Temporary changes to the tax system include:
- direct expensing of development capital expenditure incurred under the special petroleum tax regime (56%) in the year in which the expenditure was made;
- uplift for the directly expensed investments of 24% of the investment – in the investment year (previously the uplift was 20.8%, spread over four years);
- the direct expensing and the uplift apply for all costs incurred in 2020 and 2021 and for all expenditure on new projects approved for execution (until the end of 2022);
- refund to oil producers of the tax value of losses for income years 2020 and 2021. The refund is paid in bi-monthly tranches, starting from August 2020.
These amendments significantly affect the profitability of investment projects and accelerate the return on invested funds. The regulations have a positive effect on the rate of return on projects and the liquidity of PGNiG UN. They also encourage new investments on the Norwegian Continental Shelf.
In addition, at the end of August 2021 the Norwegian ministry in charge of the taxation system proposed amendments to the special petroleum tax. The key elements of this proposal are as follows:
- investment costs are to be expensed immediately in the tax base, replacing the current six-year tax depreciation and four-year uplift;
- the rate of the special petroleum tax is to be raised to 71.8%, while the normal income tax is to be deductible against the special petroleum tax base. Combined, these changes are intended to keep the marginal tax rate unchanged at 78%;
- the tax value of special petroleum tax losses is to be fully offset in cash in the following year;
- any losses under the ordinary income tax regime carried forward between years will be free of interest accrued to increase the tax shield as a result of the losses carried forward;
- the amendments will not apply to investments covered by the provisional tax rules introduced in 2020.

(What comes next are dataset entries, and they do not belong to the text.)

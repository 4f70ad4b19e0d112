"""The estimate's history on DuckDB and Spark, counted in reachlist from one row per customer
(memory) or in the warehouse (engine), timed in one run, with what each brings back.

Run by hand (not a test):

    .venv/bin/python bench/estimate_history.py                     # 200,000 customers, local[2]
    .venv/bin/python bench/estimate_history.py --customers 20000 --repeats 1

It builds the sample warehouse of the given size under bench/results/ when missing, exports its
contract tables to Parquet (bench/spark_sizes.py's lake) and, with the audience of ``sizes
TARGET`` (rules mined on DuckDB), fetches the history of the default estimate (13 cutoffs, 30
days) both ways on both engines, interleaved, counting the rows and bytes every query returns:

  memory   takeup_cells(counting="memory"): one row per customer (takeup_history, 4 columns per
           cutoff) and who the rules reach at every cutoff (reach_at_cutoffs_query), counted
           in reachlist; the default on one machine;
  engine   takeup_cells(counting="engine"): one query; the past cutoffs come back as (group,
           breadth, bought) counts, and one by one only the customers the rules reach at as_of;
           the default on a Spark cluster.

DuckDB derives the holdings inside each query (as Spark does) unless --holdings-file. Every way
must give the same cells. Prints medians and ratios. --no-spark times DuckDB alone.
"""

from __future__ import annotations

import argparse
import statistics
import sys
import time
from pathlib import Path
from typing import Any

HERE = Path(__file__).resolve().parent
sys.path.insert(0, str(HERE))
from rules_speed import TARGET, warehouse  # noqa: E402
from spark_mining import Metered  # noqa: E402
from spark_sizes import export  # noqa: E402


def main() -> None:

    from reachlist.estimate import MAX_CUTOFFS, takeup_cells
    from reachlist.holdings import prepare
    from reachlist.planning import ListRequest, plan_list
    from reachlist.schema import Mapping
    from reachlist.targets import parse_target
    from reachlist.warehouse import Warehouse

    ap = argparse.ArgumentParser(description=__doc__.splitlines()[0])
    ap.add_argument("--customers", type=int, default=200_000)
    ap.add_argument("--repeats", type=int, default=3)
    ap.add_argument("--master", default="local[2]")
    ap.add_argument("--target", default=TARGET)
    ap.add_argument("--holdings-file", action="store_true", help="DuckDB reads the holdings file")
    ap.add_argument("--no-spark", action="store_true", help="DuckDB only")
    args = ap.parse_args()
    path = warehouse(args.customers)
    target = parse_target(args.target)
    duck = Warehouse.open(path, read_only=True)
    spec = plan_list(duck, ListRequest(args.target)).spec
    holdings = "deriving the holdings from the order lines, as Spark does"
    if args.holdings_file:
        holdings = f"reading the holdings file ({prepare(duck, refresh=False).state})"
    else:
        duck.derive_holdings()
    engines = {"duckdb": duck}
    if not args.no_spark:
        lake = export(path)
        engines["spark"] = Warehouse.open(
            f"spark://{args.master}", Mapping.from_dict({"lake": str(lake)})
        )
    as_of, horizon, last = spec.lookback.until, 30, MAX_CUTOFFS

    def counted(counting: str) -> Any:
        def run(wh: Warehouse) -> list[Any]:
            return takeup_cells(wh, target, as_of, horizon, last, spec, counting=counting).cells

        return run

    meters = {name: Metered(wh.engine) for name, wh in engines.items()}
    if "spark" in engines:
        counted("engine")(engines["spark"])  # warm the session
    runs: dict[tuple[str, str], list[float]] = {}
    sent: dict[tuple[str, str], tuple[int, int]] = {}
    found: dict[tuple[str, str], list[Any]] = {}
    ways = (("memory", counted("memory")), ("engine", counted("engine")))
    step, total = 0, 2 * len(engines) * args.repeats
    for r in range(args.repeats):
        for engine, wh in engines.items():
            for way, run in ways:
                step += 1
                print(f"step {step} of {total}: {engine} {way} (run {r + 1})", file=sys.stderr)
                meter = meters[engine]
                meter.rows = meter.bytes = 0
                started = time.perf_counter()
                found[(engine, way)] = run(wh)
                runs.setdefault((engine, way), []).append(time.perf_counter() - started)
                sent[(engine, way)] = (meter.rows, meter.bytes)
    first = found[("duckdb", "memory")]
    for got in found.values():
        for a, b in zip(got, first, strict=True):
            assert a.equals(b), "the ways disagree"
    print(
        f"{args.customers:,} customers; the default estimate's history for sizes {args.target} "
        f"({len(spec.rules)} rules, {last} cutoffs); DuckDB {holdings}; medians of "
        f"{args.repeats} runs; the same cells every way"
    )
    for engine in engines:
        base = statistics.median(runs[(engine, "memory")])
        for way, _ in ways:
            seconds = statistics.median(runs[(engine, way)])
            rows, size = sent[(engine, way)]
            print(
                f"  {engine:<7}{way:<14}{seconds:8.2f} s {seconds / base:6.2f}x   "
                f"to the driver: {rows:,} rows, {size / 2**20:.1f} MiB"
            )
    for wh in engines.values():
        wh.close()


if __name__ == "__main__":
    main()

At present, the proposal is still pending approval. The Company believes that the proposed changes are neutral from the perspective of the rate of return on its current and future investment projects.
At the same time, the Company does recognise the positive impact of the proposed tax regime on its financial charges. In the case of projects for which a final investment decision is to be taken after 2022, the proposed amendments will significantly accelerate returns on invested capital, and investment projects will consequently represent a lower financial burden for investors.
Pakistan
Through its Operator Branch, PGNiG is engaged in exploration work in Pakistan under an agreement for hydrocarbon exploration and production in the Kirthar licence area. The work is conducted jointly with Pakistan Petroleum Ltd. (PPL), with production and expenses shared pro rata to the parties’ interests in the licence: PGNiG (operator) – 70%, PPL – 30%. In addition, PGNiG acquired a 25% non-operator interest in the Musakhel exploration licence. The other shareholders are PPL as the operator, with a 37.2% interest, as well as Oil and Gas Development Company Limited (OGDCL) and Government Holding Private Limited (GHPL), with 35.3% and 2.5% interests, respectively.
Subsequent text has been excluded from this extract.